> **Supplied information**:

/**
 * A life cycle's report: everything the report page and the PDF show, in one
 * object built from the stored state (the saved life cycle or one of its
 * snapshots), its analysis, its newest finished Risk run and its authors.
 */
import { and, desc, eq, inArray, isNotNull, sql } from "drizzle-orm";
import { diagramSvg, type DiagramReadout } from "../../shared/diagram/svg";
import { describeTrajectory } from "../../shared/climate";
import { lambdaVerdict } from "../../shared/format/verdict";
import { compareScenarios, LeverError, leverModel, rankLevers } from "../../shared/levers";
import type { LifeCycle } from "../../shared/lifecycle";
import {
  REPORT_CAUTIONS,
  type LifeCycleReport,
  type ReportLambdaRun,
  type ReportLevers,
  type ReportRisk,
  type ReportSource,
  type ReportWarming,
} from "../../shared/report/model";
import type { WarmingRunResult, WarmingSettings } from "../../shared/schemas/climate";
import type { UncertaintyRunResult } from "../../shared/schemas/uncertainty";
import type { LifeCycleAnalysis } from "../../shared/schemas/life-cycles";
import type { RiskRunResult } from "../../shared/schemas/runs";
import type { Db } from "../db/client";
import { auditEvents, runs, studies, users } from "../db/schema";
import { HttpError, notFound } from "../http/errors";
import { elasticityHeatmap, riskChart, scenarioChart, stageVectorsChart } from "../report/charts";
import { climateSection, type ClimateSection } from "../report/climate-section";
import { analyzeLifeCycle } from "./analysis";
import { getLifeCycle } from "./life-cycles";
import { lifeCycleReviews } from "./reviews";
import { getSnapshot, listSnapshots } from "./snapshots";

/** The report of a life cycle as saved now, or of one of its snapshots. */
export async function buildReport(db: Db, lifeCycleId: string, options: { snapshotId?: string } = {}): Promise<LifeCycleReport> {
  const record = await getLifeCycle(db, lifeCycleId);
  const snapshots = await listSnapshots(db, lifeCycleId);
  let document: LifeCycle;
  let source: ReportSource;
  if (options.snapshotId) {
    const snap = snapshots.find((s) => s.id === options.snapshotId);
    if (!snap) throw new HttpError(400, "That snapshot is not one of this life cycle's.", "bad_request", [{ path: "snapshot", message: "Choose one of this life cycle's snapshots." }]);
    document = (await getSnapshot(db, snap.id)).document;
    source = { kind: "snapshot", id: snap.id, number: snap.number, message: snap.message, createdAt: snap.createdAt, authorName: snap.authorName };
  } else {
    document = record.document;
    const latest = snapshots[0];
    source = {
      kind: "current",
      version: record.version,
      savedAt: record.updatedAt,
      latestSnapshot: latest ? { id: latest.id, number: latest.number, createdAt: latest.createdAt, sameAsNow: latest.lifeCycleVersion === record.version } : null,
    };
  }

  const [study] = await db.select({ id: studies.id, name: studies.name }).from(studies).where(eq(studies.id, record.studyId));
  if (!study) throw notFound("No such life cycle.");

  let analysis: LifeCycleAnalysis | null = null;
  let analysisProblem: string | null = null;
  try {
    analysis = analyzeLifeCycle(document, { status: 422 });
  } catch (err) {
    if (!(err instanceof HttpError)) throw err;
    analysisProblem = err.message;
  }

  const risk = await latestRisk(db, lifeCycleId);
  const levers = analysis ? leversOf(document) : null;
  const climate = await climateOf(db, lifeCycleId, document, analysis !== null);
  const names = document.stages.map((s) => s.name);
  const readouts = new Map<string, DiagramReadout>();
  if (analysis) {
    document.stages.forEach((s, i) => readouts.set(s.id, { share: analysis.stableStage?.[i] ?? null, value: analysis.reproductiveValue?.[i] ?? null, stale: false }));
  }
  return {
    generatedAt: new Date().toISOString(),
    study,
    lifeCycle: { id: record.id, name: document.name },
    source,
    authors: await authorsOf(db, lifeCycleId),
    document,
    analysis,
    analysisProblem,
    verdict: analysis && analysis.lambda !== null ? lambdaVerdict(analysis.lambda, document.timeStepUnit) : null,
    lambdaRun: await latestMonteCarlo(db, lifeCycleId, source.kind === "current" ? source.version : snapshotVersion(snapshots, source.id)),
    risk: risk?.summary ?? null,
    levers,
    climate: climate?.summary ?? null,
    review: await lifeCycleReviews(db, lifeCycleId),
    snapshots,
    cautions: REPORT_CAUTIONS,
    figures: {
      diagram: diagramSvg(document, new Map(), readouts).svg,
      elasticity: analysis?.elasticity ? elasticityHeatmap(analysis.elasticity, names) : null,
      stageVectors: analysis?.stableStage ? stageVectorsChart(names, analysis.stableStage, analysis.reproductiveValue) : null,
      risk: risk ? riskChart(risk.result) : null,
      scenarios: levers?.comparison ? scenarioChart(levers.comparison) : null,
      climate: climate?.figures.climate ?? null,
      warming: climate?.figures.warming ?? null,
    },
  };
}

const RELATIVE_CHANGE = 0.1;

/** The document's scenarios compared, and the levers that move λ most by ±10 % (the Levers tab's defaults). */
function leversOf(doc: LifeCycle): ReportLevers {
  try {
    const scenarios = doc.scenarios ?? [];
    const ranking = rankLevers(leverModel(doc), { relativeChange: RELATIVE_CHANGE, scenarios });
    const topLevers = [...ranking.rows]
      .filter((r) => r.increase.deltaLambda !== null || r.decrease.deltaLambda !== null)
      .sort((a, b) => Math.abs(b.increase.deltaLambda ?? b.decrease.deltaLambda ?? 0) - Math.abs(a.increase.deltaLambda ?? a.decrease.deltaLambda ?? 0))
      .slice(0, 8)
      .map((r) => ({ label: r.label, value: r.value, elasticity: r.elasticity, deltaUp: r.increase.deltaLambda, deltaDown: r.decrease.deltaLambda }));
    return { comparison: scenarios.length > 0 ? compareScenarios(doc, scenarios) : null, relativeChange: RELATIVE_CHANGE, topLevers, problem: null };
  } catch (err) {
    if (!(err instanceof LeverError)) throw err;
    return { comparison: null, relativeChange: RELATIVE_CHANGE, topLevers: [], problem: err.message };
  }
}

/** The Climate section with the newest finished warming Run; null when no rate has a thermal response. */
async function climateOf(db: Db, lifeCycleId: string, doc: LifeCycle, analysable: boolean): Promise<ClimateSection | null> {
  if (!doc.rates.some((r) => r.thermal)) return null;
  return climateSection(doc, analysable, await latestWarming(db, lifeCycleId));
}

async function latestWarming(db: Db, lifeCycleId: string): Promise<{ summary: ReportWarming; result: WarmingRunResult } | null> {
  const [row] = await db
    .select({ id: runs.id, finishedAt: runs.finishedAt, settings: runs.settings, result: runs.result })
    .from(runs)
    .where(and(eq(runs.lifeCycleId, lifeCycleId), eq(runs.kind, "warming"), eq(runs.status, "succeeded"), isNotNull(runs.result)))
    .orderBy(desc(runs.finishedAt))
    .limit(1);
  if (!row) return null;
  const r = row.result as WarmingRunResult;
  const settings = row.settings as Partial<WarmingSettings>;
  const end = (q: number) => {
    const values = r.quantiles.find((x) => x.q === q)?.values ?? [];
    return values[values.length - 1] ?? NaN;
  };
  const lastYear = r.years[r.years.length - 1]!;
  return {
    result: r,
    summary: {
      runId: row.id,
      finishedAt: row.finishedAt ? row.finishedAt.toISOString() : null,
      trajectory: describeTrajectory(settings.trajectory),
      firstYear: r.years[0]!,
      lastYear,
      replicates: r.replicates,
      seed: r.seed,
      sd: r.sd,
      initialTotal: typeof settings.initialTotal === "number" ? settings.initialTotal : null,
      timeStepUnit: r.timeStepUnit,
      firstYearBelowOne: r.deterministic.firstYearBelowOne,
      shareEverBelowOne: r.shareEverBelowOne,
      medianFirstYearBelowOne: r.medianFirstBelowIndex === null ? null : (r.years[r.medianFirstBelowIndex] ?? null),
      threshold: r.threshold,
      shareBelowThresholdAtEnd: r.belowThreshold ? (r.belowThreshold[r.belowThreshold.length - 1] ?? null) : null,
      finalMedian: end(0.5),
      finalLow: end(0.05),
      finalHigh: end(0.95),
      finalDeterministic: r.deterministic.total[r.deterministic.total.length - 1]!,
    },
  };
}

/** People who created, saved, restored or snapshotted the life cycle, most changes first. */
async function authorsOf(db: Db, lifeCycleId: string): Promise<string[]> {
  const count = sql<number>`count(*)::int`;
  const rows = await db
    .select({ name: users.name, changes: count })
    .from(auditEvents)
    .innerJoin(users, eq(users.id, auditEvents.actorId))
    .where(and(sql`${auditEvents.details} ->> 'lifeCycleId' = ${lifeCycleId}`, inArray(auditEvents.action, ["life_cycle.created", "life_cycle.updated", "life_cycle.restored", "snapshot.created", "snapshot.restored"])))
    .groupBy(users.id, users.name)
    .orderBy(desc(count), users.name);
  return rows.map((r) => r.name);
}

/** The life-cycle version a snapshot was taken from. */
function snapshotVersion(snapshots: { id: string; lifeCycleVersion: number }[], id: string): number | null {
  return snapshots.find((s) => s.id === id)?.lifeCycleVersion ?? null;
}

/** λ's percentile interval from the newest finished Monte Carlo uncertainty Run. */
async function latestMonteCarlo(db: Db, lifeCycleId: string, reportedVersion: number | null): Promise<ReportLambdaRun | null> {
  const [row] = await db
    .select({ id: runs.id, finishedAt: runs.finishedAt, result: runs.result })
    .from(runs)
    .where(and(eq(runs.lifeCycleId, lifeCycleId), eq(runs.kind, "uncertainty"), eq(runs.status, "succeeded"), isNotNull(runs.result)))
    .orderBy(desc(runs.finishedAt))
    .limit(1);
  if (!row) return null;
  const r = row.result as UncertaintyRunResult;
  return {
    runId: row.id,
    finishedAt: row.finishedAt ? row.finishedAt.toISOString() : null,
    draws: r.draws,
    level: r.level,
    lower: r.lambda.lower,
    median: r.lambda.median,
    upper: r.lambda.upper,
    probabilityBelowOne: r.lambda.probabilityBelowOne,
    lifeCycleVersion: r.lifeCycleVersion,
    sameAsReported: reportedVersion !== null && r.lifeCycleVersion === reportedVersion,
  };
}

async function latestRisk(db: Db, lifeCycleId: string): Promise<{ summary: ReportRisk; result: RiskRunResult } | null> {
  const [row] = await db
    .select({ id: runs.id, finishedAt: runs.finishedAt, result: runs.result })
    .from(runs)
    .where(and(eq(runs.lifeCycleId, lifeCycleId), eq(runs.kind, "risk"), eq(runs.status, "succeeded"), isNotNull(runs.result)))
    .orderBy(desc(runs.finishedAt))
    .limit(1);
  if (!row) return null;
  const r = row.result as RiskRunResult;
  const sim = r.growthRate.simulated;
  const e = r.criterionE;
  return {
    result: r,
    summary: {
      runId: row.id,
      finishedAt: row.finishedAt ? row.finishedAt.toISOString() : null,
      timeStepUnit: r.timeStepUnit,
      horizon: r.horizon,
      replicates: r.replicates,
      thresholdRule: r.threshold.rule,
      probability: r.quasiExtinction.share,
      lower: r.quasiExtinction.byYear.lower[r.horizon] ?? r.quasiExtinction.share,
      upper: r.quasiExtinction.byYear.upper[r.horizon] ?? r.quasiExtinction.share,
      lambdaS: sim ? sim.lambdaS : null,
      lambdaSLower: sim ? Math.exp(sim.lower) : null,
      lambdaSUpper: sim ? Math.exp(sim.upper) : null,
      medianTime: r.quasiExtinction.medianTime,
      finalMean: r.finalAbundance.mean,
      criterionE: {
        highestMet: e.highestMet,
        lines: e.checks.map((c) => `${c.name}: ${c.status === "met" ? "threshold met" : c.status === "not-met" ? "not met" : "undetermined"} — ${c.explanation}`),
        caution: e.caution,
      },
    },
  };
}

> **Exercise requirements**:
In the entries above, restate word for word the lines between the one holding "scenarios: levers?.comparison ?" and the one holding "const RELATIVE_CHANGE = 0.1;", inclusive, and nothing besides.

> **Exercise output**:
      scenarios: levers?.comparison ? scenarioChart(levers.comparison) : null,
      climate: climate?.figures.climate ?? null,
      warming: climate?.figures.warming ?? null,
    },
  };
}

const RELATIVE_CHANGE = 0.1;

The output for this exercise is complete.